Industrial applicability
[0096]
　According to the present disclosure, it is possible to provide a ferritic heat-resistant steel which contains a large amount of W and B and has stable and excellent tensile strength and toughness.
[0097]
　The disclosures of Japanese Patent Application 2019-075661 filed on April 11, 2019 and Japanese Patent Application 2019-051751 and Japanese Patent Application 2019-051752 filed on March 19, 2019 are herein by reference in their entirety. Incorporated into the book. All documents, patent applications, and technical standards described herein are referenced herein to the same extent as if individual documents, patent applications, and technical standards were specifically and individually described. Is taken in by.

WE CLAIMS

[Claim 1]By mass%
C: 0.06% to 0.11%,
Si: 0.15% to 0.35%,
Mn: 0.35% to 0.65%,
P: 0.020% or less,
S: 0 .0030% or less,
Ni: 0.005% to 0.250%,
Cu: 0.005% to 0.250%,
Co: 2.7% to 3.3%,
Cr: 8.3% to 9. 7%,
W: 2.5% to 3.5%,
V: 0.15% to 0.25%,
Nb: 0.030% to 0.080%,
Ta: 0.002% to 0.040% ,
Nd: 0.010% to 0.060%,
B: 0.006% to 0.016%,
N: 0.005% to 0.015%,
Al: 0.020% or less, and
O: 0. A ferrite heat-resistant steel
containing 020% or less , the
　balance consisting of Fe and impurities,
　and the amount of W analyzed as an electrolytic extraction residue satisfying the following formula (1).

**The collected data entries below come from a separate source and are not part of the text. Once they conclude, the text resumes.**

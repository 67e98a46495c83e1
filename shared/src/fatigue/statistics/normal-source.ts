import type { RandomSource } from './seeded-random.js';

/**
 * A source of standard normal numbers made of uniform ones.
 *
 * @param random source of uniform numbers
 * Source: polar method of Marsaglia and Bray (1964), from memory.
 */
export function normalSource(random: RandomSource): () => number {
  let spare = NaN;
  return () => {
    if (!Number.isNaN(spare)) {
      const value = spare;
      spare = NaN;
      return value;
    }
    for (;;) {
      const x = 2 * random() - 1;
      const y = 2 * random() - 1;
      const square = x * x + y * y;
      if (square >= 1 || square === 0) continue;
      const scale = Math.sqrt((-2 * Math.log(square)) / square);
      spare = y * scale;
      return x * scale;
    }
  };
}
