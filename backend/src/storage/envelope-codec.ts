import type { Envelope } from '@stayledger/shared/fatigue/load-history/load-log';

const VERSION = 1;
const HEADER_BYTES = 1 + 8 + 8 + 4;

/**
 * An envelope as bytes: version, bucket length, start, number of buckets, lowest loads, highest loads. Loads are
 * stored as 32-bit floats: they are for pictures, seven digits are plenty.
 */
export function encodeEnvelope(envelope: Envelope): Buffer {
  const count = envelope.minKn.length;
  const bytes = Buffer.alloc(HEADER_BYTES + 8 * count);
  bytes.writeUInt8(VERSION, 0);
  bytes.writeDoubleLE(envelope.bucketMs, 1);
  bytes.writeDoubleLE(envelope.fromMs, 9);
  bytes.writeUInt32LE(count, 17);
  for (let i = 0; i < count; i++) {
    bytes.writeFloatLE(envelope.minKn[i], HEADER_BYTES + 4 * i);
    bytes.writeFloatLE(envelope.maxKn[i], HEADER_BYTES + 4 * (count + i));
  }
  return bytes;
}

/** @throws RangeError for bytes of another version or length */
export function decodeEnvelope(bytes: Buffer): Envelope {
  const count = bytes.length >= HEADER_BYTES && bytes.readUInt8(0) === VERSION ? bytes.readUInt32LE(17) : -1;
  if (bytes.length !== HEADER_BYTES + 8 * count) throw new RangeError('The stored envelope is damaged.');
  const minKn = new Float64Array(count);
  const maxKn = new Float64Array(count);
  for (let i = 0; i < count; i++) {
    minKn[i] = bytes.readFloatLE(HEADER_BYTES + 4 * i);
    maxKn[i] = bytes.readFloatLE(HEADER_BYTES + 4 * (count + i));
  }
  return { bucketMs: bytes.readDoubleLE(1), fromMs: bytes.readDoubleLE(9), minKn, maxKn };
}

/** Points of a trace, as the contract sends them: extremes between `atMs[i]` and the next instant. */
export interface TracePoints {
  atMs: number[];
  lowKn: number[];
  highKn: number[];
}

/** At most so many points, each the extremes of neighbouring buckets; stretches without samples are left out. */
export function traceOf(envelope: Envelope, maxPoints: number): TracePoints {
  const count = envelope.minKn.length;
  const merged = Math.max(1, Math.ceil(count / maxPoints));
  const points: TracePoints = { atMs: [], lowKn: [], highKn: [] };
  for (let from = 0; from < count; from += merged) {
    let low = Infinity;
    let high = -Infinity;
    for (let i = from; i < Math.min(from + merged, count); i++) {
      if (Number.isNaN(envelope.minKn[i])) continue;
      low = Math.min(low, envelope.minKn[i]);
      high = Math.max(high, envelope.maxKn[i]);
    }
    if (low > high) continue;
    points.atMs.push(envelope.fromMs + from * envelope.bucketMs);
    points.lowKn.push(low);
    points.highKn.push(high);
  }
  return points;
}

　-10 x [% B] +0.26≤ [% W] ER≦ 10 × [% B] +0.54 (1) In the formula
　(1), [% W] ER represents the amount (mass%) of W analyzed as the electrolytic extraction residue, and [% B] is the ferrite. It represents the content (mass%) of B in the ferritic stainless steel.
[Claim 2]
　In terms of mass%,
　the total content of the Ta and the Nb is 0.040% to 0.110%,
　and the ratio Ta / Nb of the Ta content to the Nb content is 0.10 to 0.70. The ferritic heat-resistant steel according to claim 1.
[Claim 3]
　The ferrite-based heat-resistant steel according to claim 1 or 2, which contains at least one element selected from the following group in mass% instead of a part of the Fe.
　Group Mo: 0.50% or less
　　　Ti: 0.20% or less
　　　Ca: 0.015% or less
　　　Mg: 0.015% or less
　　　Sn: 0.005% or less
[Claim 4]
　Any of claims 1 to 3 in which the tensile strength specified in JIS Z2241: 2011 at room temperature is 620 MPa or more and the full-size ferritic absorption energy specified in JIS Z2242: 2005 at 20 ° C. is 27 J or more. The ferritic heat-resistant steel according to item 1.